Iman kepada Pencipta Yang Maha Pengatur merupakan fithrah manusia. Hanya saja, iman yang fitri ini muncul dari wijdan (perasaan sanubari) belaka yang dampaknya sangat beresiko dan tidak dapat dikonsentrasikan. Perasaan sanubari seringkali menambahkan sesuatu yang tidak ada hakikatnya terhadap apa yang dipercayainya, bahkan mengkhayalkan sesuatu yang ia percayai tersebut memiliki sifat-sifat lazimah, sehingga ia terjerumus ke dalam kekufuran dan kesesatan. Penyembahan berhala, khurafat dan aliran kebathinan tidak lain merupakan dampak dari kesalahan wijdan ini.

Karenanya, Islam tidak membiarkan wijdan sebagai jalan tunggal untuk meraih keimanan, agar seseorang tidak menambahi sifat-sifat lain yang bertentangan dengan sifat uluhiyyah Allah Ta'ala, supaya tidak ada yang mengkhayalkan penjelmaan Allah Ta'ala ke dalam bentuk materi, agar tidak ada yang menggambarkan pendekatan kepada-Nya dengan penyembahan materi yang menjerumuskan ke arah kekufuran, syirik, waham imajinasi sesat, dan khurafat - yang keimanan shadiq pasti menolaknya. Karena itu, Islam memanfaatkan pemakaian 'aqal bersama wijdan.

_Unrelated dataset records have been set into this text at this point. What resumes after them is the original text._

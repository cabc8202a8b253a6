// The /packs table the server builds from a @tanstack/react-table row model (pack-table-model.tsx) is the table
// the browser draws from the same page (pack-table.tsx): same markup, row for row, under React DOM and under the
// static-island writer (components/charts/draw/markup.ts) that sends it.
import { renderToStaticMarkup } from "react-dom/server";
import { describe, expect, it } from "vitest";
import { ServerPackTable } from "@/app/(public)/packs/_components/pack-table-model";
import { PACK_COLUMNS, PackTable } from "@/app/(public)/packs/_components/pack-table";
import type { ApiPackPage, ApiPackRow } from "@/app/(public)/packs/_components/types";
import { toMarkup } from "@/components/charts/draw/markup";
import { DEFAULT_PACK_PARAMS } from "@/lib/pack-query-params";

const row = (i: number, o: Partial<ApiPackRow> = {}): ApiPackRow => ({
  id: i,
  slug: `tern-${i}`,
  makerId: 1,
  model: `Tern ${1000 + i * 100} 4S`,
  makerName: "Tidewell",
  makerSlug: "tidewell",
  cellsInSeries: 4,
  ratedCapacityMah: 1000 + i * 100,
  labelledContinuousC: 50,
  labelledBurstC: i % 2 ? 100 : null,
  weightG: i % 3 ? 150 + i : null,
  connector: "XT60",
  resultCount: i % 2,
  groupCount: i % 2,
  measuredC: i % 2 ? 40 + i : null,
  labelRatio: i % 2 ? 0.8 : null,
  capacityRatio: null,
  groupN: i % 2,
  ...o,
});

describe("the server's packs table (row model from @tanstack/react-table)", () => {
  const page: ApiPackPage = {
    data: [row(3), row(1), row(2, { makerName: "Ashgrove" })],
    page: 1,
    pageCount: 2,
    total: 4,
  };

  it("draws exactly the browser's table, in the page's order", () => {
    for (const params of [
      DEFAULT_PACK_PARAMS,
      { ...DEFAULT_PACK_PARAMS, group: "g", sort: "measuredC" as const, dir: "desc" as const },
    ]) {
      const server = renderToStaticMarkup(<ServerPackTable page={page} params={params} />);
      expect(server).toBe(renderToStaticMarkup(<PackTable page={page} params={params} />));
      expect(toMarkup(<ServerPackTable page={page} params={params} />)).toBe(server);
      // One header cell per column, one row per pack, in the order given (the one pack filter's order).
      expect(server.match(/<th scope="col"/g)).toHaveLength(PACK_COLUMNS.length + 1);
      expect([...server.matchAll(/href="\/packs\/([^"]+)"/g)].map((m) => m[1])).toEqual(["tern-3", "tern-1", "tern-2"]);
    }
  });

  it("marks the sorted column for assistive technology", () => {
    const server = renderToStaticMarkup(
      <ServerPackTable page={page} params={{ ...DEFAULT_PACK_PARAMS, sort: "capacity", dir: "desc" }} />,
    );
    expect(server).toMatch(/<th scope="col" class="c-capacity n" aria-sort="descending">/);
    expect(server).toMatch(/<th scope="col" class="pack" aria-sort="none">/);
  });

  it("draws an empty page with its headers and the empty message", () => {
    const empty: ApiPackPage = { data: [], page: 1, pageCount: 1, total: 0 };
    const server = renderToStaticMarkup(<ServerPackTable page={empty} params={DEFAULT_PACK_PARAMS} />);
    expect(server).toBe(renderToStaticMarkup(<PackTable page={empty} params={DEFAULT_PACK_PARAMS} />));
    expect(server).toContain('data-testid="packs-empty"');
  });
});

Islam mewajibkan setiap Muslim untuk menggunakan 'aqal-nya ketika mengimani Allah Ta'ala, dan melarang taqlid dalam aqidah, karena itulah Islam menjadikan 'aqal sebagai hukum di dalam meraih keimanan terhadap Allah Ta'ala, sebagaimana firman Allah Ta'ala:

"Sesungguhnya dalam penciptaan langit dan bumi, dan pergantian malam dan siang, terdapat ayat-ayat bagi mereka yang memiliki albaab."
QS. Ali Imran [3]:190

Dengan demikian, setiap Muslim wajib menjadikan imannya muncul dari proses berpikir, pencarian bukti nyata dan penelitian seksama, dan hendaklah men-tahkim-kan 'aqal-nya secara mutlak dalam masalah iman kepada Allah Ta'ala. Seruan kepada penelitian semesta alam secara seksama untuk mencari sunnatullah dan meraih petunjuk kepada keimanan terhadap Penciptanya telah diulang-ulang ratusan kali oleh Al-Quran dalam surat yang berbeda. Semuanya ditujukan kepada potensi 'aqal manusia supaya ia melakukan tadabbur dan perenungan mendalam, sehingga imannya terbit dari 'aqal dan bukti nyata. Juga untuk memperingatkan agar ia tidak mengikuti jejak nenek moyang tanpa penelitian, tanpa pengujian dan tanpa keyakinan terhadap kebenarannya.

Inilah keimanan yang diserukan oleh Islam. Iman semacam ini bukanlah yang dinamakan sebagai keimanan orang-orang yang lemah, justru inilah keimanan orang yang cemerlang dan meyakinkan, yang senantiasa mengamati (semesta alam, kehidupan dan manusia), berpikir dan berpikir, yang dengan pengamatan dan proses berpikir inilah ia sampai kepada keyakinan adanya Allah Yang Maha Kuasa.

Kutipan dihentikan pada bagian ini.